I thought that's what you meant by set the vertical forces to zero because Psin50 and mg are vertical forces.

But friction is a vertical force also! There are three vertical forces, which add to zero.

When i solve for Pmax I'm getting 154.282 N.

I don't see how you got this result.

If you made the friction positive to find the min wouldn't that make the force the same but just negative?

No.

 

[pcandrepair]

If the vertical forces, Psin50, -friction, and -mg add to zero, i don't see how you can solve for P or how it could be a reasonable answer. I think I'm making this harder than it is :S

 

[Doc Al]

Solve the equation I gave in post #9. The only unknown is P; everything else is just numbers.

 

[pcandrepair]

Psin50 + P(.258)(cos50) - 2kg(9.8) = 0

Psin50 + P(.258)(cos50) = 19.6

2P = 19.6 / (cos50)(sin50)(.258)

P = 154.282 / 2
(I forgot to divide by two last time i got 154.282)

P = 77.141 N

Or am i making some stupid basic math mistake?

 

[Doc Al]

Psin50 + P(.258)(cos50) - 2kg(9.8) = 0

That first + sign should be a minus sign.

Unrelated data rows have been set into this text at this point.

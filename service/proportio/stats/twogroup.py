"""Hypothesis tests comparing the success rates of a treatment and a control group.

:func:`compare` is vectorised: it takes arrays of counts and one set of options and returns one
:class:`TestResult` per comparison. A single comparison is a batch of one: :func:`compare_one` and a
batch of one compute the commonest cases with Python floats (``_one_values``) and everything else with the
array code, and the float path gives the array code's values to the last bit, so a batch and a single call
never disagree.

Methods
-------
z-pooled
    Normal test of no difference with the variance pooled under the null (equal to the
    Farrington–Manning score test at a difference of 0); optional continuity correction.
z-unpooled
    Wald test of ``p_t - p_c = null_value`` with the unpooled variance; optional continuity correction.
score
    Miettinen–Nurminen score test of any null difference, ratio or odds ratio. The variance carries
    the ``N / (N - 1)`` factor of Miettinen & Nurminen (1985), which makes it unbiased under the null
    and makes the test consistent with the ``miettinen-nurminen`` interval it is reported with.
chi-square
    Pearson's chi-square test of the 2x2 table (two-sided only), Yates-corrected on request.
fisher-exact, boschloo-exact, barnard-exact
    Exact tests of no difference for small samples (see :mod:`proportio.stats.exact`).
auto
    The pooled z-test when every expected count under the null is at least 5 (common practice, no
    published source), else Boschloo's exact test (Fisher's where the table is too large for it).
"""

from __future__ import annotations

import math
from dataclasses import dataclass, replace
from functools import lru_cache

import numpy as np

from . import exact, score
from ._common import (
    MAX_TRIALS,
    as_counts,
    check_alpha,
    check_alternative,
    check_method,
    chi2_1df_p_value,
    normal_p_value,
    normal_p_value_float,
    percent,
    rate_difference,
    significant_digits,
    z_one_sided,
)
from .intervals import MAX_TRIALS_CONDITIONAL_EXACT, effect_bounds, rate_estimates

METHODS = ("auto", "z-pooled", "z-unpooled", "score", "chi-square", "fisher-exact", "boschloo-exact", "barnard-exact")
EFFECTS = ("difference", "ratio", "odds-ratio")
EQUALITY_METHODS = ("z-pooled", "chi-square", "fisher-exact", "boschloo-exact", "barnard-exact")
EXACT_METHODS = ("fisher-exact", "boschloo-exact", "barnard-exact")
METHOD_EFFECTS = {
    "auto": EFFECTS,
    "z-pooled": EFFECTS,
    "z-unpooled": ("difference",),
    "score": EFFECTS,
    "chi-square": EFFECTS,
    "fisher-exact": EFFECTS,
    "boschloo-exact": EFFECTS,
    "barnard-exact": EFFECTS,
}
EXPECTED_COUNT_THRESHOLD = 5.0  # common practice, no published source
# A ratio or odds ratio beyond 10^6 cannot be told from infinity with counts up to 10^12 (and its square
# would overflow float64 near 1e154).
MAX_RATIO_NULL = 1e6
# Counts of at most 10^12 cannot resolve a difference below 10^-12 from 0.
MIN_DIFFERENCE_NULL = 1e-13
# The parts of a comparison's outcome that compare_columns can skip: the interval (a root search per limit
# for the score intervals), the reason auto gives for its choice, and the summary sentence (which quotes
# the interval, so it needs it). The tests, estimates, assumptions and warnings are always computed.
OPTIONAL_PARTS = frozenset({"interval", "reason", "summary"})
# Texts shared by the array code and the single-comparison path (_one_values).
_ADEQUATE_REASON = (
    f"every expected count under the null is at least {EXPECTED_COUNT_THRESHOLD:g} (the smallest is {{}}), so "
    "the normal approximation is adequate: pooled z-test"
)
_SMALL_COUNT_NOTE = (
    f"the smallest expected count under the null is {{}}, below {EXPECTED_COUNT_THRESHOLD:g}: the normal "
    "approximation may be poor; {}"
)
EXACT_ADVICE = "an exact test is safer"
_UNCORRECTED_NOTE = "the reported interval is not continuity-corrected, so it may disagree with the test near the edge"
_UNDERFLOW_NOTE = ("the p-value is below the smallest positive double (about 1e-308); log10_p_value gives its size "
                   "where the method can compute it")


def small_count_note(min_expected: float, advice: str = EXACT_ADVICE) -> str:
    """The caution given when the smallest expected count under the null is below the threshold."""
    return _SMALL_COUNT_NOTE.format(significant_digits(min_expected), advice)


METHOD_NAMES = {
    "z-pooled": "pooled z-test",
    "z-unpooled": "unpooled z-test",
    "score": "Miettinen-Nurminen score test",
    "chi-square": "chi-square test",
    "fisher-exact": "Fisher's exact test",
    "boschloo-exact": "Boschloo's exact test",
    "barnard-exact": "Barnard's exact test",
}


@dataclass(frozen=True, slots=True)
class Estimate:
    """Point estimates; ``None`` where undefined (a ratio with no control successes, say)."""

    control_rate: float
    treatment_rate: float
    difference: float
    relative_lift: float | None
    odds_ratio: float | None


@dataclass(frozen=True, slots=True)
class TestInterval:
    """The interval reported with a test: same effect, same level, same sidedness."""

    method: str
    confidence: float
    lower: float | None
    upper: float | None


@dataclass(frozen=True, slots=True)
class Assumptions:
    """The normal-approximation check: the smallest expected cell count under the null."""

    min_expected_count: float
    threshold: float
    normal_approximation_ok: bool


@dataclass(frozen=True, slots=True)
class TestResult:
    """The outcome of one two-group test."""

    statistic: float | None
    p_value: float | None
    log10_p_value: float | None
    alpha: float
    reject_null: bool | None
    alternative: str
    null_value: float
    effect: str
    method: str
    method_reason: str | None
    continuity_correction: bool
    estimate: Estimate
    interval: TestInterval
    assumptions: Assumptions
    warnings: tuple[str, ...]
    summary: str


@dataclass(frozen=True, slots=True)
class Options:
    """The validated options shared by every comparison of one :func:`compare` call."""

    method: str
    alternative: str
    null_value: float
    effect: str
    alpha: float
    continuity_correction: bool
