def analyze(
    looks: Sequence[tuple[int, int, int, int]],
    max_trials: int,
    alpha: float = 0.05,
    alternative: str = "two-sided",
    spending: str = "obrien-fleming-type",
    parameter: float | None = None,
) -> SequentialAnalysis:
    """Apply a spending-function design to the cumulative counts observed at each look so far.

    Parameters
    ----------
    looks : sequence of (x_t, n_t, x_c, n_c)
        Cumulative successes and trials of treatment and control at each look, in order. Counts
        may only grow, and each look must add trials.
    max_trials : int
        Planned total trials (both groups) at the final look. The information fraction of a look is
        its total trials divided by ``max_trials``, capped at 1; the look that reaches
        ``max_trials`` is the final one and no look may follow it. Looks need not follow a schedule:
        the boundaries are recomputed at the fractions actually reached, which the spending
        function allows (Lan & DeMets 1983).
    alpha, alternative, spending, parameter
        As in ``plan_boundaries``.

    Returns
    -------
    SequentialAnalysis
        z and boundary at every look and a decision: "reject-null" at the first crossing (later
        looks are still reported but the decision stands), "no-difference-detected" when the final
        look did not cross, otherwise "continue".

    Notes
    -----
    The statistic is the pooled two-sample z for ``p_t - p_c``: under the null hypothesis of equal
    rates the pooled variance is the natural one, and its score-statistic form fits the Brownian
    motion approximation that the boundaries assume (Jennison & Turnbull 2000, ch. 3). When every
    trial so far is a success (or every one a failure) the variance is zero, the difference is 0 and
    z is reported as 0. Information is approximated by the share of planned trials, which is exact
    when the rates stay near their planning values.

    References
    ----------
    Lan, K. K. G., DeMets, D. L. (1983). Discrete sequential boundaries for clinical trials.
    Biometrika, 70, 659-663.

    Jennison, C., Turnbull, B. W. (2000). Group Sequential Methods with Applications to Clinical
    Trials. Chapman & Hall/CRC, chapters 3 and 7.
    """
    alpha = check_alpha(alpha)
    alternative = check_alternative(alternative)
    parameter = _check_spending(spending, parameter)
    max_trials = _whole(max_trials, "max_trials")
    if max_trials < 2:
        raise ValueError("max_trials must be at least 2 (one trial per group)")
    if isinstance(looks, (str, bytes)) or len(looks) == 0:
        raise ValueError("looks must be a non-empty list of cumulative counts")
    if len(looks) > MAX_LOOKS:
        raise ValueError(
            f"looks allows at most {MAX_LOOKS} analyses; for continuous monitoring use the "
            "always-valid confidence sequence"
        )
    counts: list[tuple[int, int, int, int]] = []
    for i, row in enumerate(looks):
        if len(row) != 4:
            raise ValueError(
                f"looks[{i}] must be (treatment successes, treatment trials, control successes, "
                "control trials)"
            )
        x_t, n_t, x_c, n_c = (
            _whole(v, f"looks[{i}].{name}")
            for v, name in zip(
                row,
                ("treatment.successes", "treatment.trials", "control.successes", "control.trials"),
                strict=True,
            )
        )
        for x, n, g in ((x_t, n_t, "treatment"), (x_c, n_c, "control")):
            if n < 1:
                raise ValueError(f"looks[{i}].{g}.trials must be at least 1")
            if x < 0:
                raise ValueError(f"looks[{i}].{g}.successes must not be negative")
            if x > n:
                raise ValueError(f"looks[{i}].{g}.successes must not exceed looks[{i}].{g}.trials")
        if counts:
            px_t, pn_t, px_c, pn_c = counts[-1]
            for x, n, px, pn, g in ((x_t, n_t, px_t, pn_t, "treatment"), (x_c, n_c, px_c, pn_c, "control")):
                if n < pn or x < px or (n - x) < (pn - px):
                    raise ValueError(
                        f"looks[{i}].{g}: counts are cumulative and cannot decrease from the previous look"
                    )
            if n_t + n_c == pn_t + pn_c:
                raise ValueError(f"looks[{i}] adds no trials to looks[{i - 1}]")
            if pn_t + pn_c >= max_trials:
                raise ValueError(
                    f"looks[{i}] follows looks[{i - 1}], which reached max_trials and was the final look"
                )
        counts.append((x_t, n_t, x_c, n_c))

    totals = np.array([c[1] + c[3] for c in counts], dtype=np.float64)
    t = np.minimum(totals / max_trials, 1.0)
    two_sided = alternative == "two-sided"
    bounds, cumulative, _, _, _ = _design(t, alpha, alternative, spending, parameter, None, None, None)

    warnings: list[str] = []
    analyzed = []
    stopped_at = None
    degenerate = []
    small = []
    for k, (x_t, n_t, x_c, n_c) in enumerate(counts):
        z = _pooled_z(x_t, n_t, x_c, n_c)
        if z is None:
            degenerate.append(str(k + 1))
            z = 0.0
        p_bar = (x_t + x_c) / (n_t + n_c)
        if min(n_t, n_c) * min(p_bar, 1.0 - p_bar) < 5:
            small.append(str(k + 1))
        c = bounds[k]
        oriented = _orient(c, alternative)
        if c is None:
            crossed = False
        elif two_sided:
            crossed = abs(z) >= c
        elif alternative == "greater":
            crossed = z >= c
        else:
            crossed = z <= -c
        if crossed and stopped_at is None:
            stopped_at = k + 1
        analyzed.append(
            AnalyzedLook(
                index=k + 1,
                n_control=n_c,
                n_treatment=n_t,
                information_fraction=float(t[k]),
                z=float(z),
                z_boundary=oriented,
                nominal_p_value=_observed_p(z, alternative),
                crossed=bool(crossed),
                boundary_p_value=_nominal(c, two_sided),
                cumulative_alpha=float(cumulative[k]),
                difference=x_t / n_t - x_c / n_c,
            )
        )
    if degenerate:
        warnings.append(
            f"look(s) {', '.join(degenerate)}: every trial so far has the same outcome, so z is undefined "
            "and reported as 0"
        )
    if small:
        warnings.append(
            f"look(s) {', '.join(small)}: fewer than 5 expected successes or failures in a group; the normal "
            "approximation behind the boundaries is rough"
        )
    if totals[-1] > max_trials:
        warnings.append(
            f"the last look has {int(totals[-1])} trials, more than max_trials = {max_trials}; its "
            "information fraction is capped at 1 and it spends all remaining alpha"
        )
    final = t[-1] >= 1.0
    if stopped_at is not None:
        decision = "reject-null"
    elif final:
        decision = "no-difference-detected"
    else:
        decision = "continue"
    summary = _analysis_summary(analyzed, decision, stopped_at, alpha, alternative)
    return SequentialAnalysis(
        looks=tuple(analyzed),
        decision=decision,
        alpha=alpha,
        alternative=alternative,
        spending=spending,
        summary=summary,
        warnings=tuple(warnings),
        parameter=parameter,
        stopped_at=stopped_at,
    )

Psin50 + P(.258)(cos50) = 19.6

That should be:
Psin50 - P(.258)(cos50) = 19.6

2P = 19.6 / (cos50)(sin50)(.258)

No good. Factor out the P.

For example, note that Xa - Xb = X(a - b)

 

[pcandrepair]

I always seem to make those basic math mistakes! I entered my answers and they were correct. Thank you for all your help Doc Al!

 

[Doc Al]

Excellent. Why don't you mark this one solved.

 

[pcandrepair]

Actually, the is a part b and it has the same numbers except for an angle of 13 degrees from the horizontal. This time I'm getting a negative number for some reason

 

[Doc Al]

If the only difference is that the new angle is 13 degrees (instead of 50), then you can solve it in exactly the same way.

 

[pcandrepair]

When i do that i get P = 19.6 / -.02 which turned out to be -714 ish

 

[Doc Al]

When i do that i get P = 19.6 / -.02 which turned out to be -714 ish

You're right. This one's trickier.

First off, solve for the minimum force P. That should be no problem.

In solving for the maximum, we assumed that we could take the static friction to it's maximum value. That was true at 50 degrees, but is not true for this angle.

 

[pcandrepair]

For the minimum force P i got 41.1472 N.

 

[pcandrepair]

But this angle is still in the 3rd quadrant which you would think still work, so i can't think of how to solve this.

 

[pcandrepair]

Would the max equal zero for this angle because it is not possible for the object to slide up no matter what force is applied?

 

[Doc Al]

You are correct that it won't slide up it you keep pressing it harder--but that means there is no maximum value for the force. Press as hard as you want!

Since the maximum friction is always greater than the vertical component of P (since \mu \cos{13} > \sin{13}), you'll always have enough friction to prevent motion (as long as P is above the minimum). For any given value of P, the friction only has to equal P\sin{13} - mg, which is less than the maximum.